It’s not surprising other areas in Utah draw more tourists than Park City does during the summer.
“Generally at this point in the year they're going to the parks is what's happening, and Park City has never performed the way that our national parks perform," said Dan Howard, vice president of communications for the Park City Chamber of Commerce.
And Howard said it was even quieter than usual this year. When he says “quieter,” that means the revenue per available room, or RevPAR, is down.
“There's one idea about what rates are in the city, and then there's an idea about what occupancy is,” Howard explained. “But it's really that combination that tells you whether or not the hotels are actually being successful.”
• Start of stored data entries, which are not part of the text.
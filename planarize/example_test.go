package planarize_test

import (
	"fmt"

	"github.com/gridwood/gridwood/planarize"
)

// The tram network of the fictional town of Lindqvist Ferry: a ring line
// of six stops around a central square (stop 0), with a spoke from the
// square to every ring stop. It is a wheel, so it is planar, and Euler's
// formula gives F = E - V + 2 = 12 - 7 + 2 = 7 faces: six triangles and the
// outside.
func ExampleEmbed() {
	edges := [][2]int32{
		{1, 2}, {2, 3}, {3, 4}, {4, 5}, {5, 6}, {6, 1}, // the ring line
		{0, 1}, {0, 2}, {0, 3}, {0, 4}, {0, 5}, {0, 6}, // the spokes
	}
	emb, ok := planarize.Embed(7, edges)
	fmt.Println("planar:", ok)
	fmt.Println("faces:", emb.Faces())
	fmt.Println("lines at the square:", emb.Degree(0))
	// Output:
	// planar: true
	// faces: 7
	// lines at the square: 6
}

// The fibre plan of a fictional five-building campus joins every building
// to every other: K5, which has no crossing-free drawing (Kuratowski). One
// link has to be drawn apart, and FindKuratowski explains why it cannot be
// put back.
func ExampleMaximalPlanar() {
	var edges [][2]int32
	for a := int32(0); a < 5; a++ {
		for b := a + 1; b < 5; b++ {
			edges = append(edges, [2]int32{a, b})
		}
	}
	sub := planarize.MaximalPlanar(5, edges, planarize.SubgraphOptions{})
	fmt.Println("links removed:", len(sub.Removed), "optimal:", sub.Optimal)

	// Explain the removed link: it closes a subdivision of K5 with the
	// kept ones.
	subset := make([]int32, len(edges))
	for i := range subset {
		subset[i] = int32(i)
	}
	k, ok := planarize.FindKuratowski(5, edges, subset, sub.Removed, nil)
	fmt.Println("explained:", ok, "by a", k.Kind, "with", len(k.Paths), "paths")
	// Output:
	// links removed: 1 optimal: true
	// explained: true by a K5 with 10 paths
}

// Three depots of a fictional delivery firm each need a road to each of
// three villages: K3,3, the other Kuratowski graph.
func ExampleFindKuratowski() {
	var edges [][2]int32
	for depot := int32(0); depot < 3; depot++ {
		for village := int32(3); village < 6; village++ {
			edges = append(edges, [2]int32{depot, village})
		}
	}
	k, ok := planarize.FindKuratowski(6, edges, nil, nil, nil)
	fmt.Println(ok, k.Kind, len(k.Branch), "branch vertices,", len(k.Edges), "edges")
	// Output:
	// true K3,3 6 branch vertices, 9 edges
}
In September, revenue per room was down 4.8% compared to September 2022. That means Transient Room Tax—a major source of revenue in Summit County that gets reinvested in tourism-, recreation-, events-, culture- or transportation-related projects—may also take a hit.
The good news is revenue this fall has been stronger than normal, even though Park City is between seasons. October 2023 is outperforming October 2022 by 0.3%.
And the Park City Chamber's models predict revenue per room will be up 4% over the next six months, compared to the same time frame last year.
Howard pointed to the 7th Annual Shotski, which he thought drew a larger crowd than Park City generally sees during the shoulder season.
“It was a lovely crowd, but not an overwhelming crowd. And I think that's an ideal condition,” Howard said.
That’s what the chamber wants: fewer visitors spending more, so Park City's revenue goes up without overloading its service industries and infrastructure.